Like her mentors before her, Barefoot “actively” pays it forward to the talent coming up behind her. She especially enjoys counseling young women.
“I look for ways to open doors for them. I feature them in our events. We host a lot of conferences and roundtables. I try to give them credit. If I cite an idea I got from a woman, I try to say her name,” she said. “This year, we co-hosted a global TechSprint on Women’s Economic Empowerment. We had majority female teams compete, and nearly all the speakers, and all the judges, were women. It was a stunning success.”
While noting that all innovation and tech in the financial services space grabs her attention, Barefoot said the most exciting frontier is the mainstreaming of cryptocurrency and the emergence of “mind-bending technology” and business concepts in blockchains, tokenization and defi (decentralized finance).
“Tokenization enables entirely new modes of ownership. The Economist had a great article this year on defi, using the example of a [fashion] model who, today, has her likeness owned by the photographer who takes her picture,” she said. “What if she could retain a tokenized share of ownership, so that if she later becomes a top model and those photos surge in value, she has retained a stake in what she helped create? The new possibilities are endless.”
And while she underscored related challenges, such as regulating decentralized autonomous organizations (DAOs) or a leaderless network of “people interacting through open source code,” Barefoot said a new form of oversight will evolve.
“I have a theory that it won’t be through traditional methods. It will be through computer code. Watch the financial regulatory space for some fascinating tech problems over the next few years,” she posited. “I hope lots of women will come help solve them, to create these new norms. Tech people, like most people, tend to think regulatory problems are boring, but believe me, they aren’t. They are interesting, and they are important to people’s lives.”
Transforming Financial Regulation
Noting that credit unions have many differences from other financial institutions, including membership structure, tax treatment and regulatory and deposit insurance structures, Barefoot said the credit union industry also doesn’t have behemoths in its midst like JP Morgan Chase or Bank of America. But what these FIs all have in common is a growing banking population seeking digital-first offerings.
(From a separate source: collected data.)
class ProductFactory:
    """Makes products for one retailer from a fixed brand list and the tree's leaves.

    Args:
        leaves: the leaves (from :func:`leaf_infos`).
        brands: the invented brands.
        retailer: whose house style to write in.
        rng: the random source (one per artefact, so artefacts are independent).
    """

    def __init__(self, leaves: list[LeafInfo], brands: list[Brand], retailer: Retailer,
                 rng: random.Random) -> None:
        self.leaves = {leaf.id: leaf for leaf in leaves}
        self.retailer = retailer
        self.rng = rng
        self.by_dept: dict[str, list[Brand]] = {}
        for b in brands:
            for d in b.departments:
                self.by_dept.setdefault(d, []).append(b)
        self.counter = 0

    # -- pieces -----------------------------------------------------------------------------
    def _audience(self, leaf: LeafInfo) -> tuple[str, str]:
        rng = self.rng
        who = "not_applicable"
        age = "not_applicable"
        if leaf.ages:
            age = rng.choices(leaf.ages, weights=[_AGE_WEIGHTS.get(a, 0.1) for a in leaf.ages])[0]
        if leaf.who:
            who = rng.choices(leaf.who, weights=[_WHO_WEIGHTS.get(w, 0.1) for w in leaf.who])[0]
        return who, age

    @staticmethod
    def _audience_key(who: str, age: str) -> tuple[str, str] | None:
        if who == "not_applicable" and age == "not_applicable":
            return None
        if age == "not_applicable":
            return (who, "adult")
        return ("unisex" if who == "not_applicable" else who, age)

    def _brand(self, leaf: LeafInfo) -> Brand | None:
        pool = self.by_dept.get(leaf.department, [])
        if not pool or self.rng.random() < 0.08:
            return None
        # A few brands dominate each department, as in real catalogs.
        weights = [1.0 / (1 + i) ** 0.8 for i in range(len(pool))]
        return self.rng.choices(pool, weights=weights)[0]

    def _size(self, leaf: LeafInfo, age: str, lang: str) -> str:
        rng = self.rng
        kind = leaf.profile.size_kind
        if age == "kids" and kind in ("apparel", "shoe", "baby", "pieces"):
            return rng.choice(V.KIDS_SIZES[lang]) if kind != "shoe" else rng.choice(
                ("EU 30", "EU 28", "Gr. 31", "33", "UK 12 junior", "pointure 29", "talla 32"))
        if age == "baby" and kind in ("apparel", "shoe", "baby"):
            return rng.choice(V.BABY_SIZES[lang])
        if kind == "none" and rng.random() < 0.7:
            return ""
        return rng.choice(V.SIZES[kind if kind != "none" else "dims"])

    def _category(self, leaf: LeafInfo, lang: str, who: str, age: str) -> tuple[str, ...]:
        rng = self.rng
        r = self.retailer
        if rng.random() < r.category_noise:
            kind = rng.random()
            if kind < 0.4:
                return (rng.choice(V.VAGUE_CATEGORIES[lang]),)
            if kind < 0.7 or not leaf.neighbours:
                levels = leaf.parent_path[lang]
            else:
                levels = self.leaves[rng.choice(leaf.neighbours)].path[lang]
        else:
            levels = leaf.path[lang]
        if r.category_style == "dept_leaf" and len(levels) > 2:
            levels = (levels[0], levels[-1])
        elif r.category_style == "leaf" and len(levels) > 1:
            levels = levels[-1:]
        elif r.category_style == "audience" and len(levels) > 1:
            key = self._audience_key(who, age)
            if key is not None and key in V.GENDER_FIELD_TIDY:
                levels = (V.GENDER_FIELD_TIDY[key][lang], *levels[1:])
        return levels

    def _gender_field(self, who: str, age: str, lang: str) -> str:
        key = self._audience_key(who, age)
        if key is None or self.rng.random() > self.retailer.gender_fill:
            return ""
        if self.retailer.gender_wild:
            return self.rng.choice(V.GENDER_FIELD_WILD[key])
        return V.GENDER_FIELD_TIDY[key][self.retailer.shop_lang(lang)]

    # -- the product --------------------------------------------------------------------------
    def make(self, leaf_id: str, product_id: str) -> DemoProduct:
        """Generate one product of a leaf.

        Args:
            leaf_id: the gold leaf.
            product_id: the id to give it.

        Returns:
            The product with its raw retailer fields and gold labels.
        """
        rng = self.rng
        r = self.retailer
        leaf = self.leaves[leaf_id]
        lang = r.pick_lang(rng)
        term_lang = "en" if lang != "en" and rng.random() < P_FOREIGN_TERM else lang
        who, age = self._audience(leaf)
        brand = self._brand(leaf)
        prof = leaf.profile

        # the product type words
        roll = rng.random()
        if roll < P_DEPARTMENT_TERM:
            type_term = _pick_term(leaf.department_terms[term_lang], rng, who)
        elif roll < P_DEPARTMENT_TERM + P_PARENT_TERM:
            type_term = _pick_term(leaf.parent_terms[term_lang], rng, who)
        else:
            type_term = _pick_term(leaf.own_terms[term_lang], rng, who)
        if rng.random() < 0.5:
            type_term = _cap(type_term)
        li = V.LANGS.index(lang)
        mods = [m[li] for m in rng.sample(prof.modifiers, k=min(len(prof.modifiers),
                                                                 rng.choice((0, 1, 1, 2, 2, 3))))]
        extra = ""
        if leaf.neighbours and rng.random() < P_NEIGHBOUR_MENTION:
            other = self.leaves[rng.choice(leaf.neighbours)]
            neighbour_term = _pick_term(other.own_terms[lang], rng, who)
            extra = f"{rng.choice(V.CONNECTORS[lang])} {neighbour_term}"

        # colour
        gold_colour = ""
        shade = ""
        if rng.random() < prof.colour_p:
            fams = sorted(_COLOUR_WEIGHTS)
            gold_colour = rng.choices(fams, weights=[_COLOUR_WEIGHTS[f] for f in fams])[0]
            shade = rng.choice(V.COLOURS[gold_colour][lang])
        colour_field = ""
        colour_in_title = False
        if shade:
            where = rng.random()
            colour_in_title = where < 0.55
            if where > 0.3:
                colour_field = shade if rng.random() < 0.8 else _cap(shade)
                if rng.random() < 0.06:
                    second = rng.choice(V.COLOURS[rng.choice(("white", "black", "grey"))][lang])
                    if second != shade:
                        colour_field = f"{_cap(shade)}/{_cap(second)}"

        # audience words and size
        key = self._audience_key(who, age)
        aud = ""
        if key is not None and rng.random() < 0.3:
            aud = rng.choice(V.AUDIENCE_WORDS[key][lang])
        size = self._size(leaf, age, lang)
        size_in_title = bool(size) and (rng.random() < (0.45 if age in ("kids", "baby") else 0.22))

        # brand fields
        gold_brand = brand.name if brand else ""
        brand_field = ""
        brand_in_title = False
        if brand:
            b_roll = rng.random()
            if b_roll < 0.10:
                brand_in_title = True
            elif b_roll < 0.10 + r.own_label_p:
                brand_field = r.name
                brand_in_title = True
            else:
                spellings = (brand.name, *brand.variants)
                brand_field = rng.choice(spellings) if rng.random() < r.variant_p else brand.name
                brand_in_title = rng.random() < 0.45
        elif rng.random() < 0.3:
            brand_field = rng.choice(_UNBRANDED)
        brand_title = ""
        if brand and brand_in_title:
            brand_title = brand.name if rng.random() < 0.7 else rng.choice(
                (brand.name, *brand.variants))

        title = self._assemble(lang, brand_title, aud, mods, type_term, shade if colour_in_title
                               else "", size if size_in_title else "", extra)
        title = self._decorate(title, lang)

        description = self._description(lang, type_term, mods, shade, size, brand_title
                                        or gold_brand)
        levels = self._category(leaf, r.shop_lang(lang), who, age)
        value = Decimal(str(round(rng.lognormvariate(0, 0.9) * prof.price_median, 2) + 0.01))
        if rng.random() < 0.5:
            value = value.to_integral_value() - Decimal("0.01") if value > 1 else value
        with_cur = rng.random() < r.currency_in_price_p
        self.counter += 1
        slug = "-".join(type_term.lower().split())[:40]
        return DemoProduct(
            product_id=product_id,
            retailer=r.name,
            lang=lang,
            title=title,
            description=description,
            brand=brand_field,
            retailer_category=r.category_sep.join(levels),
            category_levels=levels,
            price=format_price(value, r.price_style, r.currency, with_cur),
            price_value=value,
            currency=r.currency,
            gtin=_gtin(rng, r),
            gender=self._gender_field(who, age, lang),
            colour=colour_field,
            size=size,
            url=f"https://www.{r.slug}.example/p/{slug}-{product_id.lower()}",
            image_url=f"https://img.{r.slug}.example/{hashlib.sha1(product_id.encode()).hexdigest()[:12]}.jpg",
            availability=rng.choice(V.AVAILABILITY_WORDS[r.shop_lang(lang)]),
            gold_node=leaf.id,
            gold_brand=gold_brand,
            gold_who=who,
            gold_age=age,
            gold_colour=gold_colour if (colour_field or colour_in_title) else "",
        )

    def _assemble(self, lang: str, brand: str, aud: str, mods: list[str], type_term: str,
                  shade: str, size: str, extra: str) -> str:
        rng = self.rng
        m = " ".join(mods)
        form = rng.randrange(6)
        if lang in ("fr", "es"):
            # Romance order: type first, modifiers and colour after.
            forms = (
                [brand, type_term, m, shade, aud, extra, size],
                [type_term, m, aud, brand, shade, size, extra],
                [type_term, aud, "-", brand, m, shade, size],
                [brand, "-", type_term, m, extra, shade, aud],
                [aud, type_term, m, shade, "|", brand, size],
                [type_term, m, shade, extra, brand, size, aud],
            )
        elif lang == "de":
            forms = (
                [brand, aud, m, type_term, shade, extra, size],
                [aud, type_term, brand, m, shade, size],
                [brand, "-", m, type_term, aud, shade, size, extra],
                [type_term, aud, m, shade, "|", brand, size],
                [m, type_term, extra, brand, shade, size, aud],
                [brand, type_term, m, aud, size, shade],
            )
        else:
            forms = (
                [brand, aud, m, shade, type_term, extra, size],
                [brand, aud, m, type_term, extra, "-", shade, size],
                [type_term, brand, m, shade, aud, size],
                [brand, "|", m, type_term, "|", shade, size, extra],
                [aud, m, type_term, extra, "by", brand, shade, size],
                [m, shade, type_term, aud, brand, size],
            )
        parts = [p for p in forms[form] if p]
        # drop connector words left dangling at the ends
        while parts and parts[-1] in ("-", "|", "by"):
            parts.pop()
        while parts and parts[0] in ("-", "|", "by"):
            parts.pop(0)
        if "by" in parts and parts[-1:] != ["by"] and not brand:
            parts.remove("by")
        out = " ".join(parts)
        for a, b in ((" - -", " -"), ("| |", "|"), ("- |", "|")):
            out = out.replace(a, b)
        return out

    def _decorate(self, title: str, lang: str) -> str:
        rng = self.rng
        r = self.retailer
        if rng.random() < r.sku_p:
            code = rng.choice(_SKU_FORMS).format(n=rng.randint(1000, 99999),
                                                 a=rng.choice("ABCDEFHKLMRSTX"))
            title = f"{title} {code}" if rng.random() < 0.75 else f"{code} {title}"
        if rng.random() < r.filler_p:
            f = rng.choice(V.FILLER[lang])
            title = f"{f} {title}" if rng.random() < 0.6 else f"{title} - {f}"
        if rng.random() < r.emoji_p:
            e = rng.choice(V.EMOJI)
            title = f"{e} {title}" if rng.random() < 0.5 else f"{title} {e}"
        if lang == "en" and rng.random() < 0.15:
            for a, b in ((" with ", " w/ "), ("Womens", "Wmns"), (" black", " blk"),
                         (" pack", " pk"), ("Mens", "Mns"), (" grey", " gry")):
                title = title.replace(a, b)
        roll = rng.random()
        if roll < r.caps_p:
            title = title.upper()
        elif roll < r.caps_p + r.lower_p:
            title = title.lower()
        elif roll < r.caps_p + r.lower_p + 0.1:
            title = " ".join(_cap(w) for w in title.split())
        if rng.random() < r.entity_p:
            title = _entities(title)
        if rng.random() < r.mojibake_p:
            title = _mojibake(title)
        return " ".join(title.split())

    def _description(self, lang: str, term: str, mods: list[str], shade: str, size: str,
                     brand: str) -> str:
        rng = self.rng
        r = self.retailer
        if rng.random() < r.desc_missing_p:
            return ""
        mod = mods[0] if mods else ""
        first = rng.choice(V.DESCRIPTION_OPENERS[lang]).format(term=term.lower(), mod=mod)
        sentences = [" ".join(first.split())]
        for tmpl in rng.sample(V.DESCRIPTION_EXTRAS[lang], k=rng.randint(0, 3)):
            if ("{colour}" in tmpl and not shade) or ("{size}" in tmpl and not size) or (
                    "{mod}" in tmpl and not mods) or ("{brand}" in tmpl and not brand):
                continue
            sentences.append(tmpl.format(colour=shade, size=size, mod=mod, brand=brand))
        if rng.random() < r.html_desc_p:
            if len(sentences) > 2 and rng.random() < 0.5:
                items = "".join(f"<li>{s}</li>" for s in sentences[1:])
                text = f"<p>{sentences[0]}</p><ul>{items}</ul>"
            else:
                text = "<p>" + "<br/>".join(sentences) + "</p>"
            return text.replace("&", "&amp;").replace("&amp;amp;", "&amp;") if rng.random() < 0.5 \
                else text.replace(" ", "&nbsp;", 1)
        text = " ".join(sentences)
        if rng.random() < r.entity_p:
            text = _entities(text)
        if rng.random() < r.mojibake_p:
            text = _mojibake(text)
        return text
“Credit unions have a lot in common with community banks, which most banks are, but banking is dominated by large institutions that have completely different geographic scopes, product offerings, and of course, technology,” she continued. “Most credit unions, like most small banks, will be struggling to keep up with the tech demands of digital age customers and the tech efficiencies of the digital age back office. Most of the small depository institutions will need to mobilize, fast, to compete with the tech advantages of large banks, fintechs, and the big tech firms increasingly offering financial services to their customers.”
While there are tech hurdles for some credit unions, Barefoot said AIR’s mission, in part, is to transform financial regulation from manual, analog design to digitally-native design. To this end, the organization has a number of forward-leaning initiatives, including helping small minority depository institutions digitize product offerings and operations; the co-partnered Crypto Climate Accord aimed at helping the crypto industry become carbon neutral; and a project with Google on Model Risk Management (MRM) for artificial intelligence used in finance.
“And that’s just a fraction of what we have going. All of it leads back to the need to bring modern digital data and AI into financial regulation, to create a financial sector that is resilient, largely crime-free, and works well for everyone — that’s affordable, accessible, and fair, and that produces widespread financial health,” said Barefoot.